What to produce: Using "memberIds" as the search string, find the matching lines below and copy them.

Dataset entries:
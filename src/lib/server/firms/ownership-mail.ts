import type { QueuedMail } from '../mail/outbox';

const SIGNATURE = '\n\n— Claybank\nShared consolidation parameters. Preliminary assessment only.';

/** To the member who now owns the firm. */
export function newOwnerMail(to: { email: string; name: string }, firmName: string, firmUrl: string): QueuedMail {
  return {
    kind: 'firm_ownership_received',
    to: to.email,
    subject: `You now own ${firmName} on Claybank`,
    text: `Hello ${to.name},\n\nThe platform admin has passed the ownership of ${firmName} to you. You can now manage its members, invitations, API keys and activity log, and you are the one who can leave the firm only after passing it on.\n\nFirm settings: ${firmUrl}${SIGNATURE}`,
  };
}

/** To the member who owned the firm until now. */
export function formerOwnerMail(
  to: { email: string; name: string },
  firmName: string,
  newOwnerName: string,
  firmUrl: string,
): QueuedMail {
  return {
    kind: 'firm_ownership_passed',
    to: to.email,
    subject: `${newOwnerName} now owns ${firmName} on Claybank`,
    text: `Hello ${to.name},\n\nThe platform admin has passed the ownership of ${firmName} to ${newOwnerName}. You stay in the firm as a firm admin: you can still manage members and API keys, and you can now leave the firm if you wish.\n\nFirm settings: ${firmUrl}${SIGNATURE}`,
  };
}
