import type { ExpressionBuilder, Transaction } from 'kysely';
import { jsonArrayFrom } from 'kysely/helpers/postgres';
import type { FirmRole } from '../../permissions/roles';
import type { Database } from '../db/schema';

type FirmScope = ExpressionBuilder<Database, 'organization'>;

function named(q: string | undefined) {
  return (eb: FirmScope) => (q ? eb('organization.name', 'ilike', `%${q.replace(/[\\%_]/g, (c) => `\\${c}`)}%`) : eb.lit(true));
}

const membersOf = (eb: FirmScope) =>
  jsonArrayFrom(
    eb
      .selectFrom('member')
      .innerJoin('user', 'user.id', 'member.userId')
      .select(['member.id as memberId', 'user.id as userId', 'user.name', 'user.email', 'member.role'])
      .whereRef('member.organizationId', '=', 'organization.id')
      .orderBy('member.createdAt'),
  ).as('members');

const FIRM_COLUMNS = ['organization.id', 'organization.name', 'organization.createdAt'] as const;

/** Firms whose name matches, by name, each with its members. */
export async function listFirmRows(trx: Transaction<Database>, query: { q?: string; limit: number; offset: number }) {
  return trx
    .selectFrom('organization')
    .select(FIRM_COLUMNS)
    .select(membersOf)
    .where(named(query.q))
    .orderBy('organization.name')
    .orderBy('organization.id')
    .limit(query.limit)
    .offset(query.offset)
    .execute();
}

export async function countFirms(trx: Transaction<Database>, q: string | undefined): Promise<number> {
  const row = await trx
    .selectFrom('organization')
    .select((eb) => eb.fn.countAll<number>().as('n'))
    .where(named(q))
    .executeTakeFirstOrThrow();
  return Number(row.n);
}

export async function findFirmRow(trx: Transaction<Database>, firmId: string) {
  return trx
    .selectFrom('organization')
    .select(FIRM_COLUMNS)
    .select(membersOf)
    .where('organization.id', '=', firmId)
    .executeTakeFirst();
}

/** Locks the firm's member rows for a change of roles. */
export async function lockFirmMembers(trx: Transaction<Database>, firmId: string) {
  return trx.selectFrom('member').select(['id', 'userId', 'role']).where('organizationId', '=', firmId).forUpdate().execute();
}

/** Gives members of a firm a new firm role (better-auth reads the role from this row on every request). */
export async function setMemberRoles(trx: Transaction<Database>, firmId: string, memberIds: readonly string[], role: FirmRole) {
  if (memberIds.length === 0) return;
  await trx.updateTable('member').set({ role }).where('organizationId', '=', firmId).where('id', 'in', memberIds).execute();
}
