import type { ApiKeyList, CreatedApiKey } from '../../contracts/firms';
import type { AppServices } from '../app-services';
import { rethrowAuthError } from '../auth/auth-errors';
import { FIRM_KEY_CONFIG } from '../auth/create-auth';
import { NotFoundError } from '../errors';
import { auditFirmAction, readAsCaller } from './firm-audit';
import type { FirmCaller } from './firm-caller';
import { findFirmApiKey, listFirmApiKeys } from './firm-repository';
import { discardNewApiKey, withUndo } from './undo-create';

type FirmApp = Pick<AppServices, 'db' | 'auth'>;

/** The firm's API keys, without their secrets. */
export async function listApiKeys(app: FirmApp, caller: FirmCaller, firmId: string): Promise<ApiKeyList> {
  return { keys: await readAsCaller(app, caller, (trx) => listFirmApiKeys(trx, firmId)) };
}

/** Creates a key that may only contribute to this firm; its secret is returned this once. */
export async function createApiKey(app: FirmApp, caller: FirmCaller, firmId: string, name: string): Promise<CreatedApiKey> {
  let created: { id: string; name: string | null; start: string | null; createdAt: Date; key: string };
  try {
    created = await app.auth.api.createApiKey({
      headers: caller.headers,
      body: { configId: FIRM_KEY_CONFIG, name, organizationId: firmId },
    });
  } catch (error) {
    rethrowAuthError(error);
  }
  const made = created;
  await withUndo(
    () =>
      auditFirmAction(app, caller, {
        firmId,
        action: 'firm.api_key_created',
        objectType: 'api_key',
        objectId: made.id,
        summary: { name, start: made.start },
      }),
    () => discardNewApiKey(app, caller, made.id),
  );
  return {
    key: { id: created.id, name: created.name, start: created.start, createdAt: created.createdAt },
    secret: created.key,
  };
}

export async function revokeApiKey(app: FirmApp, caller: FirmCaller, firmId: string, keyId: string): Promise<void> {
  const key = await readAsCaller(app, caller, (trx) => findFirmApiKey(trx, firmId, keyId));
  if (!key) throw new NotFoundError('There is no such API key in your active firm.');
  try {
    await app.auth.api.deleteApiKey({ headers: caller.headers, body: { keyId, configId: FIRM_KEY_CONFIG } });
  } catch (error) {
    rethrowAuthError(error);
  }
  await auditFirmAction(app, caller, {
    firmId,
    action: 'firm.api_key_revoked',
    objectType: 'api_key',
    objectId: keyId,
    summary: { name: key.name },
  });
}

Result of this exercise:
export async function setMemberRoles(trx: Transaction<Database>, firmId: string, memberIds: readonly string[], role: FirmRole) {
  if (memberIds.length === 0) return;
  await trx.updateTable('member').set({ role }).where('organizationId', '=', firmId).where('id', 'in', memberIds).execute();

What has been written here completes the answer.